Published online by Cambridge University Press: 03 July 2025
After seizing state power on 1 February 2021, coup leader and commander-in-chief of the Myanmar military, Senior General Min Aung Hlaing, assumed the position of chairman of the State Administration Council (SAC) military regime the next day. He made his first public statement only a week later, on 8 February 2021, stating that the SAC would not change the country's foreign and economic policies, and offering assurances that Myanmar's economy would remain open to foreign investment. This was echoed by the SAC's minister for investment, U Aung Naing Oo, who highlighted on 16 February that the SAC would prioritize economic recovery from the pandemic. These pronouncements were indicative of the SAC's aspiration to legitimize its seizure of power by presiding over an economic performance better than that achieved under the National League for Democracy (NLD) during its first term in office over 2016–21.
The statements by Min Aung Hlaing and Aung Naing Oo were elaborations on the commitment to “recover the businesses caused [sic] by [the] Covid-19 pandemic as quickly as possible” that formed part of the six-point statement announcing the military's reasons for the coup.
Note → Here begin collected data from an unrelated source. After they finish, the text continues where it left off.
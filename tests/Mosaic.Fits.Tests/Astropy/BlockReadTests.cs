using System.Text.Json;
using Mosaic.Fits.Tests.Support;

namespace Mosaic.Fits.Tests.Astropy;

/// <summary>
/// Block reads (a box of rows in one call, upward or downward) of astropy-written files: the same values astropy.io.fits
/// (Debian python3-astropy) reads, and the same as a plain row-by-row read of the same box.
/// </summary>
[Collection(AstropyCollection.Name)]
public sealed class BlockReadTests(AstropyReferenceFiles files)
{
    public static TheoryData<string, int> ExactFiles => PixelValueTests.ExactFiles;

    /// <summary>Boxes (x, y, width, rows, step) at odd offsets and sizes, the whole plane both ways, and single rows and columns.</summary>
    private static IEnumerable<(int X, int Y, int Width, int Rows, int Step)> Boxes(ImagePlane plane) =>
    [
        (0, 0, plane.Width, plane.Height, 1),
        (0, plane.Height - 1, plane.Width, plane.Height, -1),
        (3, 2, 37, 5, 1),
        (plane.Width - 17, plane.Height - 1, 17, Math.Min(6, plane.Height), -1),
        (plane.Width - 1, 0, 1, plane.Height, 1),
        (5, plane.Height / 2, 1, 1, -1),
    ];

    [Theory]
    [MemberData(nameof(ExactFiles))]
    public void BlocksMatchAstropyAndRowByRowReads(string name, int hdu)
    {
        var expected = Expected(name, hdu);
        using var file = FitsFile.Open(files.PathOf(name));
        var plane = file.Hdus[hdu].Image!;
        // astropy.io.fits (Debian python3-astropy): physical values (BSCALE/BZERO applied, BLANK as NaN where scaled),
        // cast to float32 by numpy; row 0 is FITS y = 1.
        var reference = Reference.Singles(expected.GetProperty("f32"));
        foreach (var (x, y, width, rows, step) in Boxes(plane))
        {
            var block = new float[width * rows];
            plane.ReadBlock(x, y, width, rows, step, block);
            var row = new float[width];
            for (var j = 0; j < rows; j++)
            {
                var fitsRow = y + j * step;
                plane.ReadRow(fitsRow, x, row);
                for (var i = 0; i < width; i++)
                {
                    var where = $"{name} HDU {hdu} box ({x}, {y}, {width} x {rows}, step {step}) pixel ({x + i}, {fitsRow})";
                    var got = block[j * width + i];
                    var want = reference[fitsRow * plane.Width + x + i];
                    Assert.True(Reference.SameSingle(want, got), $"{where}: astropy {want:R}, block {got:R}");
                    Assert.True(Reference.SameSingle(row[i], got), $"{where}: row read {row[i]:R}, block {got:R}");
                }
            }
        }
    }

    [Fact]
    public void ScaledFloat32BlocksMatchAstropyWithinItsFloat32Arithmetic()
    {
        // astropy.io.fits (Debian python3-astropy) scales BITPIX -32 in float32 (two roundings), Mosaic in double (one):
        // at most one unit in the last place apart. The block must equal the row read exactly (one decoder).
        using var file = FitsFile.Open(files.PathOf("scaled-32.fits"));
        var plane = file.Hdus[0].Image!;
        var reference = Reference.Singles(Expected("scaled-32.fits", 0).GetProperty("f32"));
        var block = new float[plane.Width * plane.Height];
        plane.ReadBlock(0, plane.Height - 1, plane.Width, plane.Height, -1, block);
        var row = new float[plane.Width];
        for (var j = 0; j < plane.Height; j++)
        {
            var y = plane.Height - 1 - j;
            plane.ReadRow(y, 0, row);
            for (var i = 0; i < plane.Width; i++)
            {
                var got = block[j * plane.Width + i];
                var want = reference[y * plane.Width + i];
                Assert.True(Reference.SameSingle(row[i], got), $"pixel ({i}, {y}): row read {row[i]:R}, block {got:R}");
                if (float.IsNaN(want)) { Assert.True(float.IsNaN(got), $"pixel ({i}, {y}) should be NaN"); continue; }
                var ulps = Math.Abs(BitConverter.SingleToInt32Bits(want) - BitConverter.SingleToInt32Bits(got));
                Assert.True(ulps <= 1, $"pixel ({i}, {y}): astropy {want:R}, block {got:R}");
            }
        }
    }

    [Fact]
    public void BlankAndNaNPixelsAreMaskedInBlocks()
    {
        // astropy.io.fits (Debian python3-astropy): NaN where a scaled stored value equals BLANK (FITS 4.0 section
        // 4.4.2.5), and stored float NaN kept; the reference files hold three BLANK pixels and one NaN.
        foreach (var (name, count) in new[] { ("blank16.fits", 3), ("bitpix-32.fits", 1), ("bitpix-64.fits", 1) })
        {
            var reference = Reference.Singles(Expected(name, 0).GetProperty("f32"));
            using var file = FitsFile.Open(files.PathOf(name));
            var plane = file.Hdus[0].Image!;
            var block = new float[plane.Width * plane.Height];
            plane.ReadBlock(0, plane.Height - 1, plane.Width, plane.Height, -1, block);
            var masked = 0;
            for (var j = 0; j < plane.Height; j++)
                for (var i = 0; i < plane.Width; i++)
                {
                    var want = float.IsNaN(reference[(plane.Height - 1 - j) * plane.Width + i]);
                    Assert.Equal(want, float.IsNaN(block[j * plane.Width + i]));
                    if (want) masked++;
                }
            Assert.Equal(count, masked);
        }
    }

    [Fact]
    public void BoxesOutsideThePlaneAndBadStepsAreRejected()
    {
        using var file = FitsFile.Open(files.PathOf("bitpix16.fits"));
        var p = file.Hdus[0].Image!;
        var big = new float[p.Width * p.Height];
        Assert.Throws<ArgumentOutOfRangeException>(() => p.ReadBlock(0, 0, p.Width + 1, 1, 1, big));
        Assert.Throws<ArgumentOutOfRangeException>(() => p.ReadBlock(p.Width - 3, 0, 4, 1, 1, big));
        Assert.Throws<ArgumentOutOfRangeException>(() => p.ReadBlock(-1, 0, 2, 1, 1, big));
        Assert.Throws<ArgumentOutOfRangeException>(() => p.ReadBlock(0, p.Height - 2, 3, 3, 1, big));
        Assert.Throws<ArgumentOutOfRangeException>(() => p.ReadBlock(0, 1, 3, 3, -1, big));
        Assert.Throws<ArgumentOutOfRangeException>(() => p.ReadBlock(0, p.Height, 3, 1, 1, big));
        Assert.Throws<ArgumentOutOfRangeException>(() => p.ReadBlock(0, 0, 3, 2, 0, big));
        Assert.Throws<ArgumentOutOfRangeException>(() => p.ReadBlock(0, 0, 3, 2, 2, big));
        Assert.Throws<ArgumentOutOfRangeException>(() => p.ReadBlock(0, 0, 3, 2, 1, new float[5]));
        // An empty box reads nothing and touches nothing.
        var untouched = new[] { 7f };
        p.ReadBlock(0, 0, 0, 5, 1, untouched);
        p.ReadBlock(0, 0, 5, 0, 1, untouched);
        Assert.Equal(7f, untouched[0]);
    }

    private JsonElement Expected(string name, int hdu) => files.Hdus(name)[hdu].GetProperty("image");
}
Despite these stated commitments, Myanmar's economic performance has steadily declined, as have domestic and external trust in the SAC's capacity to achieve the recovery—and attendant stability—it had promised when taking over state power in 2021. Interestingly, the SAC adapted the NLD's Myanmar Economic Recovery and Reform Plan (MERRP) as its Covid-19 response. The MERRP had been developed by the NLD as an update to and an extension of the longer-term Myanmar Sustainable Development Plan (MSDP), with a specific aim to respond to the Covid-19 pandemic. The pandemic had presented the NLD government with an opportunity to push through “radical” liberalization reforms with the MERRP, such as public finance reforms and liberalization of interest rates and the export sector. The SAC, however, dropped the “reform” element of the MERRP, and unveiled it instead as the Myanmar Economic Recovery Plan, or MERP, in August 2021.